Vor diesem Hintergrund sehen der Koalitionsvertrag „Mehr Fortschritt wagen“ und die „Wachstumsinitiative – neue wirtschaftliche Dynamik für Deutschland“ unter anderem vor, dass die Bundesregierung die öffentliche Beschaffung sozial, ökologisch und innovativ ausrichten wird. Diese Ziele sollen mit dem sog. Vergabetransformationspaket umgesetzt werden.
Dieses Paket liegt seit 18. Oktober 2024 als Referentenentwurf vor und enthält zahlreiche Änderungsvorschläge zu den vergaberechtlichen Vorgaben – insbesondere zur Stärkung von innovativen und nachhaltigen Aspekten im Vergabeverfahren.
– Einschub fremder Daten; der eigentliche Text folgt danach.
//! photon-review: replay recorded samples through the firmware's own pipeline, plot them,
//! simulate sample files, explain a configuration, and keep an exposure register.
//!
//! Run `photon-review --help` (or `cargo run -p hosttests --bin photon-review -- --help`).
//! Configuration and report keys: `hosttests/review/CONFIG.md`.

use std::io::Write;
use std::process::ExitCode;

use clap::{Parser, Subcommand, ValueEnum};
use hosttests::review::register::{Grouping, Register};
use hosttests::review::{config, explain, plot, replay, simulate, time, ReviewError};

#[derive(Parser)]
#[command(
    name = "photon-review",
    version,
    about = "Review photon-ledger dose runs on a PC: \
    replay samples through the firmware pipeline, plot, simulate, explain, register exposures"
)]
struct Cli {
    #[command(subcommand)]
    command: Command,
}

#[derive(Clone, Copy, ValueEnum)]
enum Format {
    Text,
    Json,
}

#[derive(Clone, Copy, ValueEnum)]
enum By {
    Device,
    Person,
    Reactor,
}

#[derive(Subcommand)]
enum Command {
    /// Replay a sample file (CSV) through a session configuration (TOML) and report.
    Replay {
        /// Session configuration file (TOML).
        #[arg(long, short = 'c')]
        config: String,
        /// Sample file (CSV with a header).
        #[arg(long, short = 's')]
        samples: String,
        /// What to print on standard output.
        #[arg(long, value_enum, default_value = "text")]
        print: Format,
        /// Also write the JSON report to this file.
        #[arg(long)]
        json: Option<String>,
        /// Also write the text report to this file.
        #[arg(long)]
        text: Option<String>,
        /// Draw irradiance and dose against time into this SVG file.
        #[arg(long)]
        plot: Option<String>,
        /// Never show a progress bar.
        #[arg(long)]
        no_progress: bool,
        /// Device label (overrides run.device_id).
        #[arg(long)]
        device_id: Option<String>,
        /// Person label (overrides run.person_id).
        #[arg(long)]
        person_id: Option<String>,
        /// Reactor or station label (overrides run.reactor_id).
        #[arg(long)]
        reactor_id: Option<String>,
        /// UTC start of the run, e.g. 2025-03-14T09:30:00Z (overrides run.start_utc).
        #[arg(long)]
        start_utc: Option<String>,
    },
    /// Write a sample file (and its configuration) from the simulation models.
    Simulate {
        /// Scenario name (see --list).
        scenario: Option<String>,
        /// List the scenarios.
        #[arg(long)]
        list: bool,
        /// Sample file to write (CSV).
        #[arg(long, short = 'o')]
        out: Option<String>,
        /// Write the scenario's configuration file (TOML) here too.
        #[arg(long)]
        config_out: Option<String>,
        /// Noise seed.
        #[arg(long, default_value_t = 405)]
        seed: u64,
    },
    /// Print the factors a configuration reduces to (W/m² per A, µmol/J, target in integer
    /// units ...).
    Explain {
        /// Session configuration file (TOML).
        #[arg(long, short = 'c')]
        config: String,
        /// Print JSON instead of text.
        #[arg(long)]
        json: bool,
    },
    /// The exposure register (SQLite): import sessions, answer questions.
    Register {
        #[command(subcommand)]
        action: RegisterAction,
    },
}

#[derive(Subcommand)]
enum RegisterAction {
    /// Import replay reports (JSON); a session already present is not added again.
    Import {
        /// Register file (created if missing).
        #[arg(long)]
        db: String,
        /// Report files written by `replay --json`.
        #[arg(required = true)]
        reports: Vec<String>,
    },
    /// Dose per device, person or reactor per UTC day.
    DosePerDay {
        /// Register file.
        #[arg(long)]
        db: String,
        /// Group by.
        #[arg(long, value_enum, default_value = "device")]
        by: By,
        /// Print JSON.
        #[arg(long)]
        json: bool,
    },
    /// Sessions that ended in a fault.
    Faults {
        /// Register file.
        #[arg(long)]
        db: String,
        /// Print JSON.
        #[arg(long)]
        json: bool,
    },
    /// Days on which an exposure limit was reached.
    LimitDays {
        /// Register file.
        #[arg(long)]
        db: String,
        /// Print JSON.
        #[arg(long)]
        json: bool,
    },
}

/// Write `contents` to `path` through a temporary file and a rename, so a reader never sees
/// half a file.
fn write_atomic(path: &str, contents: &[u8]) -> Result<(), ReviewError> {
    let tmp = format!("{path}.partial");
    let mut f = std::fs::File::create(&tmp).map_err(|e| ReviewError::io(&tmp, e))?;
    f.write_all(contents)
        .and_then(|()| f.sync_all())
        .map_err(|e| ReviewError::io(&tmp, e))?;
    std::fs::rename(&tmp, path).map_err(|e| ReviewError::io(path, e))
}

fn json<T: serde::Serialize>(v: &T) -> Result<String, ReviewError> {
    serde_json::to_string_pretty(v).map_err(|e| ReviewError::Other(format!("JSON: {e}")))
}

fn opt(s: &Option<String>) -> &str {
    s.as_deref().unwrap_or("-")
}

fn run(cli: Cli) -> Result<(), ReviewError> {
    let mut out = std::io::stdout().lock();
    let mut say = |s: &str| {
        let _ = out.write_all(s.as_bytes());
    };
    match cli.command {
        Command::Replay {
            config,
            samples,
            print,
            json: json_out,
            text,
            plot: plot_out,
            no_progress,
            device_id,
            person_id,
            reactor_id,
            start_utc,
        } => {
            let mut cfg = config::load(&config)?;
            if let Some(s) = &start_utc {
                if time::parse_utc(s).is_none() {
                    return Err(ReviewError::Other(format!(
                        "--start-utc `{s}` is not a UTC time like 2025-03-14T09:30:00Z"
                    )));
                }
            }
            let l = &mut cfg.labels;
            for (slot, v) in [
                (&mut l.device_id, device_id),
                (&mut l.person_id, person_id),
                (&mut l.reactor_id, reactor_id),
                (&mut l.start_utc, start_utc),
            ] {
                if v.is_some() {
                    *slot = v;
                }
            }
            let result = replay::replay_file(&cfg, &samples, plot_out.is_some(), !no_progress)?;
            // Everything below runs only after the whole file was replayed.
            let report = &result.report;
            let svg = match (&plot_out, &result.series) {
                (Some(_), Some(series)) => Some(plot::render_svg(report, series, &cfg)?),
                _ => None,
            };
            let text_report = report.to_text();
            let json_report = json(report)?;
            if let Some(p) = &json_out {
                write_atomic(p, json_report.as_bytes())?;
            }
            if let Some(p) = &text {
                write_atomic(p, text_report.as_bytes())?;
            }
            if let (Some(p), Some(svg)) = (&plot_out, &svg) {
                write_atomic(p, svg.as_bytes())?;
            }
            match print {
                Format::Text => say(&text_report),
                Format::Json => {
                    say(&json_report);
                    say("\n");
                }
            }
        }
        Command::Simulate {
            scenario,
            list,
            out: csv_out,
            config_out,
            seed,
        } => {
            if list || scenario.is_none() {
                for s in &simulate::SCENARIOS {
                    say(&format!("{:<22} {}\n", s.name, s.summary));
                }
                return Ok(());
            }
            let name = scenario.unwrap_or_default();
            let s = simulate::scenario(&name).ok_or_else(|| {
                ReviewError::Other(format!(
                    "unknown scenario `{name}`; `photon-review simulate --list` lists them"
                ))
            })?;
            let csv = simulate::simulate(s, seed)?;
            let rows = csv
                .lines()
                .filter(|l| !l.starts_with('#'))
                .count()
                .saturating_sub(1);
            match &csv_out {
                Some(p) => {
                    write_atomic(p, csv.as_bytes())?;
                    say(&format!("{p}: {rows} samples of scenario {}\n", s.name));
                }
                None => say(&csv),
            }
            if let Some(p) = &config_out {
                write_atomic(p, s.config_toml.as_bytes())?;
                if csv_out.is_some() {
                    say(&format!("{p}: its configuration\n"));
                }
            }
        }
        Command::Explain { config, json: j } => {
            let cfg = config::load(&config)?;
            if j {
                say(&json(&explain::factors(&cfg))?);
                say("\n");
            } else {
                say(&explain::to_text(&cfg));
            }
        }
        Command::Register { action } => match action {
            RegisterAction::Import { db, reports } => {
                let mut r = Register::open(&db)?;
                let stats = r.import_report_files(&reports)?;
                say(&format!(
                    "{db}: {} added, {} already present, {} sessions in the register\n",
                    stats.added,
                    stats.already_present,
                    r.session_count()?
                ));
            }
            RegisterAction::DosePerDay { db, by, json: j } => {
                let r = Register::open(&db)?;
                let g = match by {
                    By::Device => Grouping::Device,
                    By::Person => Grouping::Person,
                    By::Reactor => Grouping::Reactor,
                };
                let rows = r.dose_per_day(g)?;
                if j {
                    say(&json(&rows)?);
                    say("\n");
                } else {
                    say(&format!(
                        "{:<10}  {:<20} {:>8}  {:>16}  {:>14}  {:>16}\n",
                        "day (UTC)", "group", "sessions", "J/m²", "photons µmol", "effective J/m²"
                    ));
                    for d in rows {
                        say(&format!(
                            "{:<10}  {:<20} {:>8}  {:>16}  {:>14}  {:>16}\n",
                            d.day_utc,
                            opt(&d.group),
                            d.sessions,
                            hosttests::review::report::sig(d.radiant_exposure_j_per_m2),
                            d.photons_mol
                                .map_or("-".into(), |m| hosttests::review::report::sig(m * 1e6)),
                            d.effective_exposure_j_per_m2
                                .map_or("-".into(), hosttests::review::report::sig),
                        ));
                    }
                }
            }
            RegisterAction::Faults { db, json: j } => {
                let rows = Register::open(&db)?.fault_sessions()?;
                if j {
                    say(&json(&rows)?);
                    say("\n");
                } else {
                    for f in rows {
                        say(&format!(
                            "{}  device {}  person {}  reactor {}  fault {}  {} J/m²  ({})\n",
                            f.start_utc,
                            opt(&f.device_id),
                            opt(&f.person_id),
                            opt(&f.reactor_id),
                            f.fault,
                            hosttests::review::report::sig(f.radiant_exposure_j_per_m2),
                            f.source_name
                        ));
                    }
                }
            }
            RegisterAction::LimitDays { db, json: j } => {
                let rows = Register::open(&db)?.limit_days()?;
                if j {
                    say(&json(&rows)?);
                    say("\n");
                } else {
                    for d in rows {
                        say(&format!(
                            "{}  {}  {} J/m² effective (limit {} J/m²): {}\n",
                            d.day_utc,
                            opt(&d.who),
                            hosttests::review::report::sig(d.effective_exposure_j_per_m2),
                            hosttests::review::report::sig(d.limit_j_per_m2),
                            d.reason
                        ));
                    }
                }
            }
        },
    }
    Ok(())
}

fn main() -> ExitCode {
    let cli = Cli::parse();
    let replaying = matches!(cli.command, Command::Replay { .. });
    match run(cli) {
        Ok(()) => ExitCode::SUCCESS,
        Err(e) => {
            eprintln!("photon-review: error: {e}");
            if replaying {
                eprintln!("photon-review: no report was written");
            }
            ExitCode::FAILURE
        }
    }
}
Startups im Vergabeverfahren
Das Innovationspotenzial von Startups kann ein wichtiges Element für die Digitalisierung der Verwaltung sowie die Verkehrs- und Energiewende sein. Das Reformpaket beabsichtigt, die Innovationskraft von Startups für die staatliche Aufgabenerfüllung über die öffentliche Auftragsvergabe zu heben. Damit sollen zugleich innovative Lösungen gefördert und Anreize für zukünftige Investitionen gesetzt werden.
Anstelle von Startups spricht das Reformpaket von „jungen Unternehmen“, meint aber dasselbe. Um die Beteiligung von jungen Unternehmen an der öffentlichen Auftragsvergabe zu stärken, sieht das Paket die Berücksichtigung dieser Unternehmen an verschiedenen Stellen des Vergabeverfahrens vor.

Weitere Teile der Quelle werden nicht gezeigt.